PROBLEM STATEMENT: Where does the word "touched" occur in the data below? Copy each line that holds it.

MATERIAL SHOWN:
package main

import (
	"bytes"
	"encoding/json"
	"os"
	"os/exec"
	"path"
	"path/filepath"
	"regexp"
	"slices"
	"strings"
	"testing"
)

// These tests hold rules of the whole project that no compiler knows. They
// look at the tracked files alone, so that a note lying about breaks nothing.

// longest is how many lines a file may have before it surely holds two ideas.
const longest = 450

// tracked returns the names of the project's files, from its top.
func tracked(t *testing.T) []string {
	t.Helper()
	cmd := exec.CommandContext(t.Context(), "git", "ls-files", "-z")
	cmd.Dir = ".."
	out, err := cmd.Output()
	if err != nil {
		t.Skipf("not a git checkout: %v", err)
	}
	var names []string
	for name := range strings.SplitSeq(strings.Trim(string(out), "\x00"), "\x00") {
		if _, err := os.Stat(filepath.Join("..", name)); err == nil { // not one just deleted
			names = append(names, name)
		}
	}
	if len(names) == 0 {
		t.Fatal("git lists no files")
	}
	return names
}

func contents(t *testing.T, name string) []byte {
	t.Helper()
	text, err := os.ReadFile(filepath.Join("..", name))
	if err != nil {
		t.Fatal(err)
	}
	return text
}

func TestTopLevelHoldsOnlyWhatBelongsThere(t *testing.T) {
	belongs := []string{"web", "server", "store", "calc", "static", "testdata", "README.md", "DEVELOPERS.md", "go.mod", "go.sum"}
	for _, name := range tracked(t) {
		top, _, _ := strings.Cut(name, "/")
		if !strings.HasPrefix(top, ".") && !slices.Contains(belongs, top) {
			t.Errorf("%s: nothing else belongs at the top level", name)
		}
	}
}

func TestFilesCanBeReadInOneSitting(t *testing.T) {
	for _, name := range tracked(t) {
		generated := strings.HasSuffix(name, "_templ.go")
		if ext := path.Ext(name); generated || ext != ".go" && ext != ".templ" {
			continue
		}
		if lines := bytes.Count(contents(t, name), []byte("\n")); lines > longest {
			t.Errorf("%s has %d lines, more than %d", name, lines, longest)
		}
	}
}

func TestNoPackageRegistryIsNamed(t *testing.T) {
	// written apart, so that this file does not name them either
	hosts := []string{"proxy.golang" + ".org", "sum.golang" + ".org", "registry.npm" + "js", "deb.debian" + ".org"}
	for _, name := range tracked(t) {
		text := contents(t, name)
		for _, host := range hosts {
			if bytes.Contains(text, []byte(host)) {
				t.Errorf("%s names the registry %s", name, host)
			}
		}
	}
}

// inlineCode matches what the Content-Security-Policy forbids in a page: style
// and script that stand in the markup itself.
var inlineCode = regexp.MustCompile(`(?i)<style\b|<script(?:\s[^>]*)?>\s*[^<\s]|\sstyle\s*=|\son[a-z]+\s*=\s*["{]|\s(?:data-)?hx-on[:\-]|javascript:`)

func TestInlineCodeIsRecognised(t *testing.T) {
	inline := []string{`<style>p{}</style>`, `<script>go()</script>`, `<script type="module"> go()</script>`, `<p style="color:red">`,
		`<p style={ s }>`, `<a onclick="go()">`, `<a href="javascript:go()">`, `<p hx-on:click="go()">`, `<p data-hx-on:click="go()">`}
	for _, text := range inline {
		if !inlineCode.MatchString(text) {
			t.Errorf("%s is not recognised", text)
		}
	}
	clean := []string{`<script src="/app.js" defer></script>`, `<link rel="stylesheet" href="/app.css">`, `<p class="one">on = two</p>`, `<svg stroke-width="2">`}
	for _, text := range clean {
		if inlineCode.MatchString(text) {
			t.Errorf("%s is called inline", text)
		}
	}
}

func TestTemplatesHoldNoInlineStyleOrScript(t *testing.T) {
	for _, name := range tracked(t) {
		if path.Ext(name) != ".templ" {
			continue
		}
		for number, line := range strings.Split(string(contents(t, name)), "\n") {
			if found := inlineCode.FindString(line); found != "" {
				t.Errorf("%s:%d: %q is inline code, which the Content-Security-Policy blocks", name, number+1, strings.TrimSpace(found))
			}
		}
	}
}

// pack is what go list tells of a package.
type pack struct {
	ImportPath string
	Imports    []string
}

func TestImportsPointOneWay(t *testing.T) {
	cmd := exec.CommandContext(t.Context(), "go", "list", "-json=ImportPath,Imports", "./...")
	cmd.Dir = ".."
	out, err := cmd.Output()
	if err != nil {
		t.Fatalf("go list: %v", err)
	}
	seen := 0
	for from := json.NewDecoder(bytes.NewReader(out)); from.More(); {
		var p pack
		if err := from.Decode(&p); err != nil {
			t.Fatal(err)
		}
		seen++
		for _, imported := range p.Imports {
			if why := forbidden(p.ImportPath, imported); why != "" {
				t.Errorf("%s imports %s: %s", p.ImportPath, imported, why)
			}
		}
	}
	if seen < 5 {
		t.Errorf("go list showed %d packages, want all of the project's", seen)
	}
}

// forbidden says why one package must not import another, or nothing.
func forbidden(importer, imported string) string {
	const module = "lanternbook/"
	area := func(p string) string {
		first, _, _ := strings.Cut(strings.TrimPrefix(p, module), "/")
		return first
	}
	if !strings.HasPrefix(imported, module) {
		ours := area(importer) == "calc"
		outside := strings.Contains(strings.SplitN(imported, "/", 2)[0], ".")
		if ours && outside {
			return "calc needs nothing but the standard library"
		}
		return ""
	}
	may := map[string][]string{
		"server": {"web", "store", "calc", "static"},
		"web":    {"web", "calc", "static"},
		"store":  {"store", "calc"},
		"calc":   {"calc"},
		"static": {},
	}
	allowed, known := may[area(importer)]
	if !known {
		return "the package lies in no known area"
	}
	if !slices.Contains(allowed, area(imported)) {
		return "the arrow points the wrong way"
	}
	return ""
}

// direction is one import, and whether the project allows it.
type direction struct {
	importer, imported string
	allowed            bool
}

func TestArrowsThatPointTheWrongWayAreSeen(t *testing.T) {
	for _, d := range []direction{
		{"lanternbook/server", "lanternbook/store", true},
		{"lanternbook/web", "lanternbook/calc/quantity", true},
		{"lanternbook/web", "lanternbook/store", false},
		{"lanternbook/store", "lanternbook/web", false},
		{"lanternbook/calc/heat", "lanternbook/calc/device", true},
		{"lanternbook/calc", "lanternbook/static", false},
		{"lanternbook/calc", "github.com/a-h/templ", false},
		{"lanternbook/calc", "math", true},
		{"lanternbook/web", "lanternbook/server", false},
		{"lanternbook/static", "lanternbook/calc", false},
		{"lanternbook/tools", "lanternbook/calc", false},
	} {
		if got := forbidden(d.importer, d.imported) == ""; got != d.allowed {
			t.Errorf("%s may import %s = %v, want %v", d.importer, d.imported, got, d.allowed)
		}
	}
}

---

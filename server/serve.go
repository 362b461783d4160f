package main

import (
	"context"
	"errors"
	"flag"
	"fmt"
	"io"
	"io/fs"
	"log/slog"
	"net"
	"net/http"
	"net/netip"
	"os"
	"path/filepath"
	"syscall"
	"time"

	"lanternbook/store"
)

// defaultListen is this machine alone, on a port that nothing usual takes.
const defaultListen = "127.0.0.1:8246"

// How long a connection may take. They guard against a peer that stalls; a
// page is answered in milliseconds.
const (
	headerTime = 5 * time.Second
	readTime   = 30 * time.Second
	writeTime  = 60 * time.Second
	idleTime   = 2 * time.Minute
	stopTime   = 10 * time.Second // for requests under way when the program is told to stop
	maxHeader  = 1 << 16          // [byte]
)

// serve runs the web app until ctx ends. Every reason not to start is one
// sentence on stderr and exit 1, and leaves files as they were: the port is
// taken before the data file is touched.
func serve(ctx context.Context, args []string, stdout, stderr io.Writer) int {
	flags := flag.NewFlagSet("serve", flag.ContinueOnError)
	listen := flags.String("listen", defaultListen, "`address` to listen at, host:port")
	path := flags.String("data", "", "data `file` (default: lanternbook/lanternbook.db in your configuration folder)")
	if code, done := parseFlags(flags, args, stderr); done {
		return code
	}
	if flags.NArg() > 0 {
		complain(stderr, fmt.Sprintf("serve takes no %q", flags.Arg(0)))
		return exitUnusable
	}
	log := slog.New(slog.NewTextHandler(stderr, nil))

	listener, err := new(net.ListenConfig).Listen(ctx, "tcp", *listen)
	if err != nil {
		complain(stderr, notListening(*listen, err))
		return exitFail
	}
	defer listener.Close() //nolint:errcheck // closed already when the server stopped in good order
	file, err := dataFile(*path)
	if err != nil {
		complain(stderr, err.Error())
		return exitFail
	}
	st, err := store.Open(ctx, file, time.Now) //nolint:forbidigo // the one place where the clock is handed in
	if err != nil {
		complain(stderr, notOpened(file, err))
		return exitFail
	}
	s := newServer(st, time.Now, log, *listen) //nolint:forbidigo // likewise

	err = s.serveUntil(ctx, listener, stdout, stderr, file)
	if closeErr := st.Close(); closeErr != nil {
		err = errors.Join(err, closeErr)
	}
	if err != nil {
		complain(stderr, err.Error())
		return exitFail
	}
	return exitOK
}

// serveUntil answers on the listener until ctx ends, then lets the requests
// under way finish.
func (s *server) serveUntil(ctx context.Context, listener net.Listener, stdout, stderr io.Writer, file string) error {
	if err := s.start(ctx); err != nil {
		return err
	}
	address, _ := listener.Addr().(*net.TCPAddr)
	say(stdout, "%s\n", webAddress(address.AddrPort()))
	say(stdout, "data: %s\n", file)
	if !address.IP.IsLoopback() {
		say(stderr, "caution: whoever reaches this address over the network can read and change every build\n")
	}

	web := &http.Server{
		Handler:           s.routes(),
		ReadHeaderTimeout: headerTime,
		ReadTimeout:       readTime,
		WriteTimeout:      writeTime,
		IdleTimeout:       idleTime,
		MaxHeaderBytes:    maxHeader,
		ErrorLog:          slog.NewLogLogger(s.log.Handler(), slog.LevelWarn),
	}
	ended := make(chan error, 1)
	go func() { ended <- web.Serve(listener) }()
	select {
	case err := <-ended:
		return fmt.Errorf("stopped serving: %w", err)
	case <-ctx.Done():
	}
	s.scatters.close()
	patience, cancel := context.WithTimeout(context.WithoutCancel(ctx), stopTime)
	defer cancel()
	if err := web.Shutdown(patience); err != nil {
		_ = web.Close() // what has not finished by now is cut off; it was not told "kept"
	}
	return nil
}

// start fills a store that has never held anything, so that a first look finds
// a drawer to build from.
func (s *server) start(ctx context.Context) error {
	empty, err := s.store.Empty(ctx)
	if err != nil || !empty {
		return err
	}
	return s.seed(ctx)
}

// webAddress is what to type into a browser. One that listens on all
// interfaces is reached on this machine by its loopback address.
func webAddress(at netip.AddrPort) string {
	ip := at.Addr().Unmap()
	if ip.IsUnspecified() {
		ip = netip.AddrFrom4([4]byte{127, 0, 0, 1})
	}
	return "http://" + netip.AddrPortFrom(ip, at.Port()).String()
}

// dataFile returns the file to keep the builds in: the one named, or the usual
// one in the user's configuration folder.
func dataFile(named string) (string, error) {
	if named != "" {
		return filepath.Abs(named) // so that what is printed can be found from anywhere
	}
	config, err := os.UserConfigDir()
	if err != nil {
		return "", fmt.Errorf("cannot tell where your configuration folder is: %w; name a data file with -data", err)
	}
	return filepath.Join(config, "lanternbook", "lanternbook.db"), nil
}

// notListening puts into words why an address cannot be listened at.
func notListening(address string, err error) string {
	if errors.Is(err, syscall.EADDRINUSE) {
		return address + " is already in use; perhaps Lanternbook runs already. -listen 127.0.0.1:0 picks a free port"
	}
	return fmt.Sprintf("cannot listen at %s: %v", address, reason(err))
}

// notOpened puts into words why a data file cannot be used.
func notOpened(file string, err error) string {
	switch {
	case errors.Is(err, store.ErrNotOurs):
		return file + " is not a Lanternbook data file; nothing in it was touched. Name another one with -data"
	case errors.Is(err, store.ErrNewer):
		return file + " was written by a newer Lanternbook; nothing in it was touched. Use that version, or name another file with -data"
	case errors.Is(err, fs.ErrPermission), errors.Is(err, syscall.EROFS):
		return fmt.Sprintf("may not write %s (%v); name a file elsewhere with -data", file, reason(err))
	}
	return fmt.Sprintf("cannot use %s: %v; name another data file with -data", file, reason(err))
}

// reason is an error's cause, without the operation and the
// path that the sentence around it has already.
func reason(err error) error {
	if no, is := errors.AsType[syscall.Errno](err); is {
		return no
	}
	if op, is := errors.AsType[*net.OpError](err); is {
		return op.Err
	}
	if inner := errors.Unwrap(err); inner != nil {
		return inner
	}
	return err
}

---

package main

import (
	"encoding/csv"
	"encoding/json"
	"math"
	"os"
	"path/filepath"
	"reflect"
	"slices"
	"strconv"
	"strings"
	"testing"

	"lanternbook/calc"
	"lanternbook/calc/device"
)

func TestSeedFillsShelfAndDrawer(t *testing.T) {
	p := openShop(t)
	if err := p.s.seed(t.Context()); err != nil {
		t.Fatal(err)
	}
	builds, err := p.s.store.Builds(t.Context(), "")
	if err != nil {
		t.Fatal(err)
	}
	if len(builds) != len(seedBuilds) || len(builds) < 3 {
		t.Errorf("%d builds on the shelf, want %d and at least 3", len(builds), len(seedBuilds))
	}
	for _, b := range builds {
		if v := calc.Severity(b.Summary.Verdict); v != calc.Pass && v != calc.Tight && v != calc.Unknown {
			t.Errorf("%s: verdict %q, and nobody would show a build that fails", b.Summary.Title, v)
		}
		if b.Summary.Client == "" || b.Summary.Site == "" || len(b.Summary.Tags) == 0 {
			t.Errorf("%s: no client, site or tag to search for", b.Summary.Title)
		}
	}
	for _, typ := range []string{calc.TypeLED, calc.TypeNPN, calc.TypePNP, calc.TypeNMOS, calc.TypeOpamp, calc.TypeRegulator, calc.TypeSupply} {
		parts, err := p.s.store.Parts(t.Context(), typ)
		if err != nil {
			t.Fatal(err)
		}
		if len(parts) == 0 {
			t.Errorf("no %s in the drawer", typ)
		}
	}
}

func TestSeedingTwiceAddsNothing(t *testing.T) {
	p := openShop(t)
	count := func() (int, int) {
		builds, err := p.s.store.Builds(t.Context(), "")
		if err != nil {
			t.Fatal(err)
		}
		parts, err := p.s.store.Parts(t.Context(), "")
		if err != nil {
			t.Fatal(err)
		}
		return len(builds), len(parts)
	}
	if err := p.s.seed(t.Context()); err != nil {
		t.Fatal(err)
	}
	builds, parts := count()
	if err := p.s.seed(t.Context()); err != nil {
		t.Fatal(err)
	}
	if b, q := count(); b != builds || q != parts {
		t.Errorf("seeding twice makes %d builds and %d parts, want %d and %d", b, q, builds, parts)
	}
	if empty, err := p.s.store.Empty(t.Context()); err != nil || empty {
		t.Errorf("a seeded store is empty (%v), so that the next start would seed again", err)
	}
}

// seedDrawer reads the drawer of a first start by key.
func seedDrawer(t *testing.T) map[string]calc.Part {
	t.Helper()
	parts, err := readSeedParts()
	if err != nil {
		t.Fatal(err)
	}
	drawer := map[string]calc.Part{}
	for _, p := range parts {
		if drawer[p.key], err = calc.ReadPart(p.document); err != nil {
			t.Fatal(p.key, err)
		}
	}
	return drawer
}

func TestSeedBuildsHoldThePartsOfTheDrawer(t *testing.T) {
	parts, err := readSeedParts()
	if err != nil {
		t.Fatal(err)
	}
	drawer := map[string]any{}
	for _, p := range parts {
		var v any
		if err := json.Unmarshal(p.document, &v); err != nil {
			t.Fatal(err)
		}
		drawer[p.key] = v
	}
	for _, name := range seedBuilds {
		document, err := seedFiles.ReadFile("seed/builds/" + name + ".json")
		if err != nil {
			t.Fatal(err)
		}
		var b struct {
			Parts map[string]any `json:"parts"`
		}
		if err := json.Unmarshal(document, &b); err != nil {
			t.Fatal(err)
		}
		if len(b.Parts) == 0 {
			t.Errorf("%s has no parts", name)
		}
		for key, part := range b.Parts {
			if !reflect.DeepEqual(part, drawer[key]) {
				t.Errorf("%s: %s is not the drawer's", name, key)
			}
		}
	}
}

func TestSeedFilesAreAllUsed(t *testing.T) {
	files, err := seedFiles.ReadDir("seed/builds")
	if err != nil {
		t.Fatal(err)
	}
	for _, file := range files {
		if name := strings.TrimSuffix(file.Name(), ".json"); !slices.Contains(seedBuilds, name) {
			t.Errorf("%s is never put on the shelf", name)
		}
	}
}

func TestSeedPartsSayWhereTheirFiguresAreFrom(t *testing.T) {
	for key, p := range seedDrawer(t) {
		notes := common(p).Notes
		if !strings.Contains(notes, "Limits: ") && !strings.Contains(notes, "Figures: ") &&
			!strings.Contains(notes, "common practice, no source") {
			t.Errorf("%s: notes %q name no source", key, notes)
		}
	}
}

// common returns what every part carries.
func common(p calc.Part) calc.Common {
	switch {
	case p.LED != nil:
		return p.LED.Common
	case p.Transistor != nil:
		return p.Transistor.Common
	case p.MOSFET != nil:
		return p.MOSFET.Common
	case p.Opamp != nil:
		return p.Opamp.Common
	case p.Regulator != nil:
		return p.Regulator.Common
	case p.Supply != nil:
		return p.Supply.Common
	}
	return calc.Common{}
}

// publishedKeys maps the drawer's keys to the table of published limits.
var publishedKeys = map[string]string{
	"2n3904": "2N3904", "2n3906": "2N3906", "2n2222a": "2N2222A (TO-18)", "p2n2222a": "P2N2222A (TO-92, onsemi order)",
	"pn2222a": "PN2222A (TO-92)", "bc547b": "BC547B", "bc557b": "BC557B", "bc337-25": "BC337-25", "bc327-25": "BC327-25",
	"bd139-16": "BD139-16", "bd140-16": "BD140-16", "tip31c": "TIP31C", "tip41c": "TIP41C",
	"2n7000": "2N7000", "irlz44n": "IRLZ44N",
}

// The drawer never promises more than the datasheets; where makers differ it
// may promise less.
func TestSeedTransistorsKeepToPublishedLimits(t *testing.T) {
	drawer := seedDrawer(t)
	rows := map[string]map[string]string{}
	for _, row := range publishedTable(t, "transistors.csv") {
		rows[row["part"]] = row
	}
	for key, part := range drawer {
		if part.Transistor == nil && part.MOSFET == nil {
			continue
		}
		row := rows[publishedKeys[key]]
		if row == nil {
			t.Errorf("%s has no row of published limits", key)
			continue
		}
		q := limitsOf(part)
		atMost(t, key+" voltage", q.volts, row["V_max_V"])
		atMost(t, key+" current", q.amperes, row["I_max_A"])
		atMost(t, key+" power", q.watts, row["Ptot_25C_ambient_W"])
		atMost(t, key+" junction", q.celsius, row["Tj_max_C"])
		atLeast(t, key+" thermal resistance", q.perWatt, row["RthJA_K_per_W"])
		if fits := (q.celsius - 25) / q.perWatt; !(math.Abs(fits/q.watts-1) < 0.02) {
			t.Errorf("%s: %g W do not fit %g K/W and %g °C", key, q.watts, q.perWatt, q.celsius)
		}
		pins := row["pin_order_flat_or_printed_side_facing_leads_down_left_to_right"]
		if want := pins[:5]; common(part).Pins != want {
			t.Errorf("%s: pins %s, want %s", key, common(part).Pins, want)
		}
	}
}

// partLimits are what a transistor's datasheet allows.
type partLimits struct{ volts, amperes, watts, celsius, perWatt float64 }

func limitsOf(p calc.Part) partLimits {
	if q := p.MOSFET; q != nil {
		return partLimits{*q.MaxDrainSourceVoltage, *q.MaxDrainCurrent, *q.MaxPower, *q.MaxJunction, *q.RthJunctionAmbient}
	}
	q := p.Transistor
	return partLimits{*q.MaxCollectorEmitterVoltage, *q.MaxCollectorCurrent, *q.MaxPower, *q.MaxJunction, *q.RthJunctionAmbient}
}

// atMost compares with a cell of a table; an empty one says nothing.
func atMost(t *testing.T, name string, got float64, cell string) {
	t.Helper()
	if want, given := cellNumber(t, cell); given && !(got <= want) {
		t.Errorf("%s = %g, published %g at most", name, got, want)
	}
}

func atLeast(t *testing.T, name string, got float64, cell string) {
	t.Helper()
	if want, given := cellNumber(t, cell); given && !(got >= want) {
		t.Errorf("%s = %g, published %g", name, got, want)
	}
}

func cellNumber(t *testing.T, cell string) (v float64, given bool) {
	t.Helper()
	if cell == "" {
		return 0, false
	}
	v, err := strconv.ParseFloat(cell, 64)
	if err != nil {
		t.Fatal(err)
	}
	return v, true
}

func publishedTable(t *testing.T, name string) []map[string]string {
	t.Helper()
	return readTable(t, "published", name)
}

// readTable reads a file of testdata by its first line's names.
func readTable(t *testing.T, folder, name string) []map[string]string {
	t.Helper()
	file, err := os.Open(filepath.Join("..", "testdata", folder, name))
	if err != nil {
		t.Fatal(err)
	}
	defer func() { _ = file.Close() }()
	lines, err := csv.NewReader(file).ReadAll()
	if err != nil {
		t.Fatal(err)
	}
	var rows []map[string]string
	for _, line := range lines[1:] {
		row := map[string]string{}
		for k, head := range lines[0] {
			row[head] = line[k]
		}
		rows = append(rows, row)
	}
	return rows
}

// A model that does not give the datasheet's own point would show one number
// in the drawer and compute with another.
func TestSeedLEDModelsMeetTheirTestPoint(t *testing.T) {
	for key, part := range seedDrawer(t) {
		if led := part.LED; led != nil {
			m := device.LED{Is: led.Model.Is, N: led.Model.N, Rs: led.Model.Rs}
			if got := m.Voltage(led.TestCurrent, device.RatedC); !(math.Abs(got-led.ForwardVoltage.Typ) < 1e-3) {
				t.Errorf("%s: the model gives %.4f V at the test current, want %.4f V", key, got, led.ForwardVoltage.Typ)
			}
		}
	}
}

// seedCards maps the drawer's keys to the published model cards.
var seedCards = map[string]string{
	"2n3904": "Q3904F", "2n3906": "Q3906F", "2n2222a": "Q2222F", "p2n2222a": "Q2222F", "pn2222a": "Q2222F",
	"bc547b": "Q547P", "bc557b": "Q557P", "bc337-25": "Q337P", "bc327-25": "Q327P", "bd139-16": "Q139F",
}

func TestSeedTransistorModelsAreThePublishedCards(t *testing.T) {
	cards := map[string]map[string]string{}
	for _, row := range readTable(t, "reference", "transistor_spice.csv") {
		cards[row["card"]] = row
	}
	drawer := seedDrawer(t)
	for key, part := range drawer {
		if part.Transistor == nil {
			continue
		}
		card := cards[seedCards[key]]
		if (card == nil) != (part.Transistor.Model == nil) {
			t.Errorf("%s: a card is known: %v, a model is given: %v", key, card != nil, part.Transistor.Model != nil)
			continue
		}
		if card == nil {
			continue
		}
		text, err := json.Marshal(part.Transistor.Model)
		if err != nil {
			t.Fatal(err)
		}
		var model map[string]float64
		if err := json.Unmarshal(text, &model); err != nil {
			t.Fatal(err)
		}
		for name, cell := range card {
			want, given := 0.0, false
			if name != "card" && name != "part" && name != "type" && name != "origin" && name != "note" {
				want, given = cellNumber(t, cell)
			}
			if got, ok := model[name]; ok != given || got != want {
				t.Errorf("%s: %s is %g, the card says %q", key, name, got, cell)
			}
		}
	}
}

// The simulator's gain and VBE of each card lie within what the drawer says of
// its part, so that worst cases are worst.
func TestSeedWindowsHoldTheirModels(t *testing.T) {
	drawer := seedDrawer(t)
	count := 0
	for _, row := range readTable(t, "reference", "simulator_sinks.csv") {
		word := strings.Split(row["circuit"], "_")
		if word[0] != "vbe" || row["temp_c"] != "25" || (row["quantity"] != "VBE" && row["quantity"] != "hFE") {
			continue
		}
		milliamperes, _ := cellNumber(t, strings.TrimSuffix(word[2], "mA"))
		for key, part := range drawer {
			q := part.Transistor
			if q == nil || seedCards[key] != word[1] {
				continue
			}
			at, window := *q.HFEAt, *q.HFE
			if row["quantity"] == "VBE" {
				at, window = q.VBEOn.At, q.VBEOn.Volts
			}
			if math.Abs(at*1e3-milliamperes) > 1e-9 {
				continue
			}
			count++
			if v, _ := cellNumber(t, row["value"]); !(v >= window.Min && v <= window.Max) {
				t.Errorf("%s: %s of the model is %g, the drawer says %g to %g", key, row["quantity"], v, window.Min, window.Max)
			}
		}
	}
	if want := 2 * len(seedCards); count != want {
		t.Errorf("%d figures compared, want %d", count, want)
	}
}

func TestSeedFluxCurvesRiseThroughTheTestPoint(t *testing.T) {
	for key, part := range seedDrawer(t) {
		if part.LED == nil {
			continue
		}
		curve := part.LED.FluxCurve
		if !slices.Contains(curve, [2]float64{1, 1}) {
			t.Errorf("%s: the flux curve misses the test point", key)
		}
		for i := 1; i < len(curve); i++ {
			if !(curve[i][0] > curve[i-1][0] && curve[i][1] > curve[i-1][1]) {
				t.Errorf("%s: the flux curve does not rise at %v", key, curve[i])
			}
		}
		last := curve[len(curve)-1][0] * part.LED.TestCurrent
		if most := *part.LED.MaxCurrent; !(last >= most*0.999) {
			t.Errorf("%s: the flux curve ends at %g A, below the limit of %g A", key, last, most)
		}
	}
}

EXERCISE RESULT:
// taken before the data file is touched.
		return file + " is not a Lanternbook data file; nothing in it was touched. Name another one with -data"
		return file + " was written by a newer Lanternbook; nothing in it was touched. Use that version, or name another file with -data"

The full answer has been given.